When it comes to Summertime picnics and family gatherings, I always look forward to eating some great Cole Slaw. 

The word Cole Slaw (also spelled as coleslaw), basically means raw cabbage salad. It can be made from white or red cabbage. The slaw can be eaten as a side dish or as a food topping, such as the case with Southern hot dogs. 

Cole Slaw was traditionally made just from cabbage. However, these days you will find recipes that include the addition of: carrots, green peppers, onions and celery. I have also seen recipes that include the addition of fresh fruits such as apples, grapes, and chunks of pineapple.

When making Cole Slaw it's important to refrigerate your slaw for several hours. The refrigeration helps the dressing to infuse into the cabbage and other vegetables. 

When picking out the perfect cabbage head, you need to look for one that is compact and firm. It should have crisp leaves, no brown spots or insect damage. You can use bagged shredded cabbage that is commonly found at your grocery store, but I prefer to make my own, the old fashioned way.

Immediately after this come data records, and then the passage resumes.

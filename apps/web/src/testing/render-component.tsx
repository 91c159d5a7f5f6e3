// Renders one component with a fresh QueryClient and an in-memory router (for links), without the
// app's route tree.
import type { ReactNode } from 'react';
import { render } from '@testing-library/react';
import userEvent from '@testing-library/user-event';
import { QueryClientProvider } from '@tanstack/react-query';
import { MemoryRouter } from 'react-router-dom';
import { createTestQueryClient } from './render-app.tsx';

export function renderComponent(ui: ReactNode) {
  const queryClient = createTestQueryClient();
  const user = userEvent.setup();
  const result = render(
    <QueryClientProvider client={queryClient}>
      <MemoryRouter>{ui}</MemoryRouter>
    </QueryClientProvider>,
  );
  return { ...result, user, queryClient };
}
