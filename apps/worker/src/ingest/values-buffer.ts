import type { LotInfo, PeriodInfo, ProcedureInfo, ValueRow } from './row-schemas.ts';

/** One lab series: a procedure, control lot, level and period. */
export type Series = { key: string; procedure: ProcedureInfo; lot: LotInfo; level: number; period: PeriodInfo };

/**
 * The accepted rows of a qc-values file in columns of plain numbers rather than one object per row, so a
 * file of a million rows costs tens of megabytes, not hundreds. Run ids are interned.
 */
export class ValuesBuffer {
  readonly series: Series[] = [];
  private readonly seriesIndex = new Map<string, number>();
  private readonly runNames = new Map<string, string>();
  readonly seriesOf: number[] = [];
  readonly measuredAt: number[] = [];
  readonly values: number[] = [];
  readonly runs: (string | null)[] = [];
  readonly comments = new Map<number, string>();

  get length(): number {
    return this.values.length;
  }

  add(row: ValueRow): void {
    const key = seriesKey(row.procedure.id, row.lot.id, row.level, row.period.period);
    let index = this.seriesIndex.get(key);
    if (index === undefined) {
      index = this.series.length;
      this.series.push({ key, procedure: row.procedure, lot: row.lot, level: row.level, period: row.period });
      this.seriesIndex.set(key, index);
    }
    const at = this.values.length;
    this.seriesOf.push(index);
    this.measuredAt.push(row.measuredAtMs);
    this.values.push(row.value);
    let run: string | null = null;
    if (row.run !== null) {
      run = this.runNames.get(row.run) ?? row.run;
      this.runNames.set(run, run);
    }
    this.runs.push(run);
    if (row.comment !== null) this.comments.set(at, row.comment);
  }
}

export const seriesKey = (procedureId: string, lotId: string, level: number, period: string) =>
  `${procedureId}|${lotId}|${level}|${period}`;
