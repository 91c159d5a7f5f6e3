import { z } from 'zod';
import { periodKeySchema, uuidSchema } from './common.ts';

/** GET /api/labs */
export const labListItemSchema = z.object({
  id: uuidSchema,
  code: z.string(),
  name: z.string(),
  active: z.boolean(),
});
export const labListSchema = z.array(labListItemSchema);
export type LabListItem = z.infer<typeof labListItemSchema>;

/** GET /api/periods */
export const periodSchema = z.object({
  period: periodKeySchema,
  state: z.enum(['open', 'closed', 'published']),
  deadline: z.string(),
});
export const periodListSchema = z.array(periodSchema);
export type Period = z.infer<typeof periodSchema>;

const namedSchema = z.object({ id: uuidSchema, name: z.string() });

/** GET /api/labs/:labId/procedures */
export const procedureSchema = z.object({
  id: uuidSchema,
  code: z.string(),
  analyte: z.object({ code: z.string(), name: z.string(), loinc: z.string().nullable(), unit: z.string() }),
  instrumentModel: namedSchema,
  method: namedSchema,
  reagent: namedSchema,
  /** The unit the lab reports in; values are stored in the analyte's unit. */
  unit: z.string(),
});
export const procedureListSchema = z.array(procedureSchema);
export type Procedure = z.infer<typeof procedureSchema>;

/** GET /api/control-lots */
export const controlLotSummarySchema = z.object({
  id: uuidSchema,
  lotNumber: z.string(),
  material: namedSchema,
  levels: z.array(z.number().int()),
  expiresOn: z.string(),
});
export const controlLotSummaryListSchema = z.array(controlLotSummarySchema);
export type ControlLotSummary = z.infer<typeof controlLotSummarySchema>;
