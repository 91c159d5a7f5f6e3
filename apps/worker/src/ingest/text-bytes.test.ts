import { describe, expect, it } from 'vitest';
import { Readable } from 'node:stream';
import { openCsv } from './csv-reader.ts';
import { FileFormatError } from './file-format-error.ts';
import { textBytes } from './text-bytes.ts';

async function collect(chunks: Buffer[], encoding: 'utf-8' | 'windows-1252') {
  const out: Buffer[] = [];
  for await (const chunk of textBytes(Readable.from(chunks), encoding)) out.push(chunk);
  return Buffer.concat(out).toString('utf8');
}

describe('textBytes', () => {
  it('when a multi-byte character is split between chunks, then the bytes pass unchanged', async () => {
    // "µ" is C2 B5 in UTF-8 (RFC 3629).
    const text = 'unit\nµmol/L\n';
    const all = Buffer.from(text);
    const at = all.indexOf(0xc2) + 1;
    expect(await collect([all.subarray(0, at), all.subarray(at)], 'utf-8')).toBe(text);
  });

  it('when a byte far into the file is not UTF-8, then the file is refused naming the byte', async () => {
    const head = Buffer.from('a,b\n'.repeat(10));
    const error = await collect([head, Buffer.from([0x31, 0xff, 0x0a])], 'utf-8').catch((e) => e);
    expect(error).toBeInstanceOf(FileFormatError);
    expect(error.message).toMatch(`not UTF-8 text from byte ${head.length + 2}`);
  });

  it('when a NUL byte comes late in the file, then the file is refused as binary', async () => {
    const error = await collect([Buffer.from('a,b\n'), Buffer.from([0x31, 0x00])], 'utf-8').catch((e) => e);
    expect(error.message).toMatch(/NUL byte at byte 6/);
  });

  it('when the file is Windows-1252, then it is passed on as UTF-8 (C4 is Ä, B5 is µ: WHATWG index-windows-1252)', async () => {
    const bytes = Buffer.from([0x4d, 0xc4, 0x2c, 0xb5, 0x0a]);
    expect(await collect([bytes], 'windows-1252')).toBe('MÄ,µ\n');
  });
});

describe('openCsv on a Windows-1252 file', () => {
  it('when a cell holds a Windows-1252 character, then the record carries it decoded', async () => {
    const file = Buffer.concat([
      Buffer.from('unit,comment\nmmol/L,M'),
      Buffer.from([0xe4]),
      Buffer.from('rz\n'),
    ]);
    const csv = await openCsv(Readable.from([file]), undefined, async () => Readable.from([file]));
    const records = [];
    for await (const r of csv.records) records.push(r.cells);
    // E4 is "ä" in Windows-1252.
    expect(records).toEqual([
      ['unit', 'comment'],
      ['mmol/L', 'März'],
    ]);
  });
});
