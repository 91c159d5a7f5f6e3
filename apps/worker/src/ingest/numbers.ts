/**
 * Numbers as labs write them in CSV cells. A decimal point is always read; a decimal comma only when the
 * file allows it (semicolon-delimited files). Thousands separators are not read: "1,234" or "1 234" is
 * refused rather than guessed.
 */
const DECIMAL_POINT = /^[+-]?(\d+(\.\d*)?|\.\d+)([eE][+-]?\d+)?$/;
const DECIMAL_COMMA = /^[+-]?(\d+(,\d*)?|,\d+)([eE][+-]?\d+)?$/;
const WHOLE = /^[+-]?\d+$/;

/** The number in a cell, or null when the text is not a plain decimal number. */
export function parseDecimal(text: string, decimalComma: boolean): number | null {
  const t = text.trim();
  let value: number;
  if (DECIMAL_POINT.test(t)) value = Number(t);
  else if (decimalComma && DECIMAL_COMMA.test(t)) value = Number(t.replace(',', '.'));
  else return null;
  return Number.isFinite(value) ? value : null;
}

/** A whole number written without decimals ("2", not "2.0"), or null. */
export function parseWholeNumber(text: string): number | null {
  const t = text.trim();
  if (!WHOLE.test(t)) return null;
  const value = Number(t);
  return Number.isSafeInteger(value) ? value : null;
}
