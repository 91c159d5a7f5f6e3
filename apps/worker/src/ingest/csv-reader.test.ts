import { describe, expect, it } from 'vitest';
import { Readable } from 'node:stream';
import { FileFormatError, openCsv, type CsvRecord } from './csv-reader.ts';

async function readAll(text: string | Buffer, chunkSize = 7) {
  const bytes = typeof text === 'string' ? Buffer.from(text, 'utf8') : text;
  const chunks: Buffer[] = [];
  for (let i = 0; i < bytes.length; i += chunkSize) chunks.push(bytes.subarray(i, i + chunkSize));
  const csv = await openCsv(Readable.from(chunks));
  const records: CsvRecord[] = [];
  for await (const r of csv.records) records.push(r);
  return { delimiter: csv.delimiter, bom: csv.bom, records };
}

describe('openCsv', () => {
  it('when a semicolon file has a BOM and CRLF line ends, then the delimiter and cells are read', async () => {
    const { delimiter, bom, records } = await readAll('\uFEFFperiod;mean\r\n2026-03;5,43\r\n');
    expect(delimiter).toBe(';');
    expect(bom).toBe(true);
    expect(records).toEqual([
      { line: 1, cells: ['period', 'mean'] },
      { line: 2, cells: ['2026-03', '5,43'] },
    ]);
  });

  it('when a quoted field spans lines and blank lines occur, then each record keeps the line it starts on', async () => {
    const { records } = await readAll('a,b\n1,"two\nlines"\n\n3,"say ""hi"""\n');
    expect(records).toEqual([
      { line: 1, cells: ['a', 'b'] },
      { line: 2, cells: ['1', 'two\nlines'] },
      { line: 5, cells: ['3', 'say "hi"'] },
    ]);
  });

  it('when the file is tab-separated, then tabs split the cells', async () => {
    const { delimiter, records } = await readAll('a\tb\n1\t2');
    expect(delimiter).toBe('\t');
    expect(records[1].cells).toEqual(['1', '2']);
  });

  it('when a quote is never closed, then the file is refused with the line number', async () => {
    const error = await readAll('a,b\n1,2\n3,"open\n4,5\n').catch((e: unknown) => e);
    expect(error).toBeInstanceOf(FileFormatError);
    expect((error as FileFormatError).error).toMatchObject({ code: 'malformed_csv', column: null });
    expect((error as FileFormatError).error.message).toMatch(/never closed/);
  });

  it('when the file is UTF-16, then it is refused with a way to fix it', async () => {
    const utf16 = Buffer.concat([Buffer.from([0xff, 0xfe]), Buffer.from('a,b\n', 'utf16le')]);
    const error = await readAll(utf16).catch((e: unknown) => e);
    expect((error as FileFormatError).error.message).toMatch(/UTF-16.*UTF-8/);
  });
});
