import { describe, expect, it } from 'vitest';
import {
  detectDecimalComma,
  detectDelimiter,
  parseCsvStart,
  stripBom,
  suggestMapping,
} from './csv-format.ts';

describe('detectDelimiter', () => {
  it('when a header line is given, then the most frequent delimiter outside quotes wins', () => {
    expect(detectDelimiter('period,procedure,control_lot')).toBe(',');
    expect(detectDelimiter('period;procedure;control_lot')).toBe(';');
    expect(detectDelimiter('period\tprocedure\tcontrol_lot')).toBe('\t');
    // The commas inside quotes do not count.
    expect(detectDelimiter('"a, b, c";d;e')).toBe(';');
    expect(detectDelimiter('single')).toBe(',');
  });
});

describe('stripBom and detectDecimalComma', () => {
  it('when the text starts with a UTF-8 byte-order mark, then it is removed and reported', () => {
    expect(stripBom('\uFEFFa;b')).toEqual({ text: 'a;b', bom: true });
    expect(stripBom('a;b')).toEqual({ text: 'a;b', bom: false });
  });

  it('when a semicolon file holds numbers like 5,43, then decimal commas are detected; never in comma files', () => {
    expect(detectDecimalComma(';', [['GLU', '5,43']])).toBe(true);
    expect(detectDecimalComma(';', [['GLU', '5.43']])).toBe(false);
    expect(detectDecimalComma(',', [['GLU', '5,43']])).toBe(false);
  });
});

describe('parseCsvStart', () => {
  it('when fields are quoted, then delimiters, quotes and line breaks inside them are kept', () => {
    expect(
      parseCsvStart('a,b\r\n"x, y","say ""hi"""\n"two\nlines",3\n', ',', { maxRows: 10, complete: true }),
    ).toEqual([
      ['a', 'b'],
      ['x, y', 'say "hi"'],
      ['two\nlines', '3'],
    ]);
  });

  it('when the text is only the start of a file, then the cut-off last row is dropped', () => {
    expect(parseCsvStart('a;b\n1;2\n3;4', ';', { maxRows: 10, complete: false })).toEqual([
      ['a', 'b'],
      ['1', '2'],
    ]);
    expect(parseCsvStart('a;b\n1;2\n3;4', ';', { maxRows: 2, complete: true })).toHaveLength(2);
  });
});

describe('suggestMapping', () => {
  it('when headers use the canonical names in another style, then they are matched', () => {
    const suggestion = suggestMapping('qc-summary', [
      'Period',
      'Procedure',
      'Control Lot',
      'Level',
      'N',
      'Mean',
      'SD',
      'Unit',
    ]);
    expect(suggestion.source).toBe('detected');
    expect(suggestion.missing).toEqual([]);
    expect(suggestion.mapping.control_lot).toBe('Control Lot');
  });

  it('when headers are common synonyms, then they are matched and the unmatched required ones listed', () => {
    const suggestion = suggestMapping('qc-values', ['Date', 'Test', 'Lot', 'Result', 'Units']);
    expect(suggestion.mapping).toMatchObject({
      measured_at: 'Date',
      procedure: 'Test',
      control_lot: 'Lot',
      value: 'Result',
      unit: 'Units',
      run: null,
    });
    expect(suggestion.missing).toEqual(['level']);
  });

  it('when the saved mapping fits the headers, then it is used; when it does not, detection takes over', () => {
    const headers = ['Monat', 'Verfahren', 'Charge', 'Stufe', 'Anzahl', 'Mittel', 'Streuung', 'Einheit'];
    const saved = {
      period: 'Monat',
      procedure: 'Verfahren',
      control_lot: 'Charge',
      level: 'Stufe',
      n: 'Anzahl',
      mean: 'Mittel',
      sd: 'Streuung',
      unit: 'Einheit',
    };
    expect(suggestMapping('qc-summary', headers, saved)).toMatchObject({
      source: 'saved',
      missing: [],
      mapping: saved,
    });
    const other = suggestMapping('qc-summary', ['period', 'procedure'], saved);
    expect(other.source).toBe('detected');
    expect(other.missing).toEqual(['control_lot', 'level', 'n', 'mean', 'sd', 'unit']);
  });
});
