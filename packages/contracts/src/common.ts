import { z } from 'zod';

export const uuidSchema = z.uuid();
/** A monthly cycle, 'YYYY-MM'. */
export const periodKeySchema = z.string().regex(/^\d{4}-(0[1-9]|1[0-2])$/, 'expected a period as YYYY-MM');
export const roles = ['analyst', 'supervisor', 'coordinator'] as const;
export const roleSchema = z.enum(roles);
export type Role = z.infer<typeof roleSchema>;
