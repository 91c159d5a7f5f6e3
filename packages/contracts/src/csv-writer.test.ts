import { describe, expect, it } from 'vitest';
import { parse } from 'csv-parse/sync';
import { csvCell, toCsv } from './csv-format.ts';

// Sources:
// - OWASP, "CSV Injection" (owasp.org/www-community/attacks/CSV_Injection): cells beginning with
//   = + - @ tab or carriage return are read as formulas; prepend a single quote to neutralise them.
// - RFC 4180, "Common Format and MIME Type for CSV Files", §2: fields holding a comma, double quote,
//   CR or LF are enclosed in double quotes; a double quote inside is escaped by another one; CRLF ends lines.
// Expected strings below follow those rules by hand; csv-parse (a general-purpose CSV reader) reads the
// written text back to confirm the quoting round-trips.

describe('one CSV cell', () => {
  it('when text begins with a formula character, then it gets a leading apostrophe (OWASP)', () => {
    expect(csvCell('=HYPERLINK("http://attacker.invalid","x")')).toBe(
      `"'=HYPERLINK(""http://attacker.invalid"",""x"")"`,
    );
    expect(csvCell('+cmd')).toBe("'+cmd");
    expect(csvCell('-2+3+cmd')).toBe("'-2+3+cmd");
    expect(csvCell('@SUM(A1:A9)')).toBe("'@SUM(A1:A9)");
    expect(csvCell('\tTAB')).toBe("'\tTAB");
    expect(csvCell('\r=1+1')).toBe(`"'\r=1+1"`);
  });

  it('when a cell is a plain number, then it stays a number, negative or not', () => {
    expect(csvCell(-1.5)).toBe('-1.5');
    expect(csvCell('-1.5')).toBe('-1.5');
    expect(csvCell('+2')).toBe('+2');
    expect(csvCell(3.2e-5)).toBe('0.000032');
    expect(csvCell('-3.2e-5')).toBe('-3.2e-5');
    // A true minus sign in front of a figure (as the web app formats them) is written as ASCII.
    expect(csvCell('\u22120.40')).toBe('-0.40');
  });

  it('when text only looks numeric at its start, then it is neutralised', () => {
    expect(csvCell('-1.5+A1')).toBe("'-1.5+A1");
    expect(csvCell('-')).toBe("'-");
    expect(csvCell('- a note')).toBe("'- a note");
  });

  it('when text holds a comma, quote or line break, then it is quoted with quotes doubled (RFC 4180)', () => {
    expect(csvCell('a,b')).toBe('"a,b"');
    expect(csvCell('say "hi"')).toBe('"say ""hi"""');
    expect(csvCell('two\nlines')).toBe('"two\nlines"');
    expect(csvCell('plain')).toBe('plain');
  });

  it('when a cell is empty or a yes/no, then it is written as empty or yes/no', () => {
    expect(csvCell(null)).toBe('');
    expect(csvCell(undefined)).toBe('');
    expect(csvCell(true)).toBe('yes');
    expect(csvCell(false)).toBe('no');
  });
});

describe('a CSV text', () => {
  it('when written and read back, then every cell round-trips, neutralised cells with their apostrophe', () => {
    const text = toCsv(
      ['comment', 'sdi'],
      [
        ['=HYPERLINK("http://attacker.invalid")', -1.25],
        ['fine, "quoted"\nand multiline', 0.5],
      ],
    );
    expect(text.endsWith('\r\n')).toBe(true);
    expect(text.split('\r\n')[0]).toBe('comment,sdi');
    const rows: string[][] = parse(text);
    expect(rows).toEqual([
      ['comment', 'sdi'],
      [`'=HYPERLINK("http://attacker.invalid")`, '-1.25'],
      ['fine, "quoted"\nand multiline', '0.5'],
    ]);
  });
});
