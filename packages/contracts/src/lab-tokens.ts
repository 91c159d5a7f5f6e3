import { z } from 'zod';
import { uuidSchema } from './common.ts';

/** POST /api/labs/:labId/api-tokens */
export const labApiTokenCreateSchema = z.object({
  name: z.string().trim().min(1, 'give the token a name, e.g. the system that will use it').max(100),
});
export type LabApiTokenCreate = z.infer<typeof labApiTokenCreateSchema>;

/** A token as listed: never the secret, only its first characters. */
export const labApiTokenSchema = z.object({
  id: uuidSchema,
  labId: uuidSchema,
  name: z.string(),
  prefix: z.string(),
  createdAt: z.string(),
  lastUsedAt: z.string().nullable(),
  revokedAt: z.string().nullable(),
});
export const labApiTokenListSchema = z.array(labApiTokenSchema);
export type LabApiToken = z.infer<typeof labApiTokenSchema>;

/** The response to creating a token: the only time the secret is shown. */
export const labApiTokenCreatedSchema = labApiTokenSchema.extend({ token: z.string() });
export type LabApiTokenCreated = z.infer<typeof labApiTokenCreatedSchema>;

I would like to share 3 of my favorite recipes with you. 

Spanish Cole Slaw 

1 head cabbage, shredded 
1 green pepper, sliced 
1 onion, sliced 
1 jar sliced pimento 
1/2 c. vinegar

1/2 c. salad oil 
1 c. sugar 

In a large bowl combine cabbage, green pepper, onion, and pimento. In a large saucepan bring vinegar, salad oil, and sugar to a boil. Pour over the slaw ingredients, mix well. Cover bowl and refrigerate for 12 hours before serving.

Cabbage Pepper Slaw 

4 c. cabbage 
1/2 c. green pepper 
2 tbsp. sugar 
1 tsp. salt 
1 tsp. celery seed 
dash of white pepper 
2 tbsp. vinegar 
1 tsp. prepared mustard 
1/2 c. salad dressing 

Combine vegetables, sugar, salt, celery seed and pepper in a large bowl. Combine vinegar, mustard and salad dressing in a small bowl, stir until blended. Pour dressing over vegetables and toss to coat. Refrigerate for 4 hours before serving.

Creamy Cole Slaw 

1 c. mayonnaise 
1/4 c. milk 
2 tbsp. sugar 
1 tsp. salt 
1/2 onion, finely chopped 
1 head of cabbage, shredded 
1-2 carrots, shredded 
1 green pepper, finely chopped 

In a large bowl, mix mayonnaise, milk, sugar and salt. Stir until well blended. Add the remaining ingredients and blend well. Refrigerate for 3 hours before serving.